*ASSIGNED TASK:* When you reach the line that contains "export function refundFrom(sources: readonly" in the data below, start reproducing lines exactly, and stop after the line that contains "when it can. */".

*Data entries:*
━━━━━━━━━━━━━━━━━━━━━━━━━━━━━━

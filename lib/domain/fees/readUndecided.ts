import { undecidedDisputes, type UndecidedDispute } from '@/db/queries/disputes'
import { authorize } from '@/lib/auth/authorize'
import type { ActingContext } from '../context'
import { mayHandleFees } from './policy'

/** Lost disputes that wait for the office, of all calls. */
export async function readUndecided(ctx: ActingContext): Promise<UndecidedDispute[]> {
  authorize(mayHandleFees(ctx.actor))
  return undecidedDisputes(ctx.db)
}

━━━━━━━━━━━━━━━━━━━━━━━━━━━━━━

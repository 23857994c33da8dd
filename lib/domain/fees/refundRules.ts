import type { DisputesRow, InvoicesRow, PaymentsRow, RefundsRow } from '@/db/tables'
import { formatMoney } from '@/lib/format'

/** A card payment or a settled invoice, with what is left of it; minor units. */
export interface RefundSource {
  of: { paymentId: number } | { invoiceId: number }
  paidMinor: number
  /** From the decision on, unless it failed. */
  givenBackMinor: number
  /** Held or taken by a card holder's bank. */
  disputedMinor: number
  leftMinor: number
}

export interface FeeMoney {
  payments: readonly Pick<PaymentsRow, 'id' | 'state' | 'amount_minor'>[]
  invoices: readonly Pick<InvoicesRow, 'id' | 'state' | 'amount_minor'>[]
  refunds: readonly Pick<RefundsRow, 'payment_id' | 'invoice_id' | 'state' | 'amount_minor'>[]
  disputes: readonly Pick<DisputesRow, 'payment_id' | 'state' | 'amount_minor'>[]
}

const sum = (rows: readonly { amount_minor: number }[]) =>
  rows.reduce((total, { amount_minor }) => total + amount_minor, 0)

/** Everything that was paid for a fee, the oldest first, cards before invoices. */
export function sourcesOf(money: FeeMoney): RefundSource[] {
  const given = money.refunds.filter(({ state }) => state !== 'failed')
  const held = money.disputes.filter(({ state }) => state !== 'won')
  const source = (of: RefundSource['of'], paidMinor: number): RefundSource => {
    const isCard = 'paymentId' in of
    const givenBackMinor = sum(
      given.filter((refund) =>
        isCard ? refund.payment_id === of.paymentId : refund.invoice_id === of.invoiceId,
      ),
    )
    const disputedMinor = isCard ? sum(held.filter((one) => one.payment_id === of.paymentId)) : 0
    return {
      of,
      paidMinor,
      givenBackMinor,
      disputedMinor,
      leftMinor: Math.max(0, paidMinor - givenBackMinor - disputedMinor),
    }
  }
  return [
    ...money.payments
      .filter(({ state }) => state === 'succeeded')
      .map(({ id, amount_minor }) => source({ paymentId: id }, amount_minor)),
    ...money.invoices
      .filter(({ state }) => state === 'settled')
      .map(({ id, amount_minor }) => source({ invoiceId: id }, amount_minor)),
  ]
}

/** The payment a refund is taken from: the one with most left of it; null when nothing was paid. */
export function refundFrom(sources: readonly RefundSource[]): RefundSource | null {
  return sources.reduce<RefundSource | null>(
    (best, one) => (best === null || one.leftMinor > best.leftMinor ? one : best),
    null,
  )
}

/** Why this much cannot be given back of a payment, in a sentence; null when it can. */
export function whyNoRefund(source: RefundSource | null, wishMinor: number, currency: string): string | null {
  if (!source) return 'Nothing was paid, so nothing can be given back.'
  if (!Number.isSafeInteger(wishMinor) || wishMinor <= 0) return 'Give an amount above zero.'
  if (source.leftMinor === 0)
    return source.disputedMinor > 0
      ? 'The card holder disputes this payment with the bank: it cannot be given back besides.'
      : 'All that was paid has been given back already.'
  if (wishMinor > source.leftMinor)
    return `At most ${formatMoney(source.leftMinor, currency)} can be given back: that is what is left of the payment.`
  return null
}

━━━━━━━━━━━━━━━━━━━━━━━━━━━━━━

*RESULT OF THIS EXERCISE:*
export function refundFrom(sources: readonly RefundSource[]): RefundSource | null {
  return sources.reduce<RefundSource | null>(
    (best, one) => (best === null || one.leftMinor > best.leftMinor ? one : best),
    null,
  )
}

/** Why this much cannot be given back of a payment, in a sentence; null when it can. */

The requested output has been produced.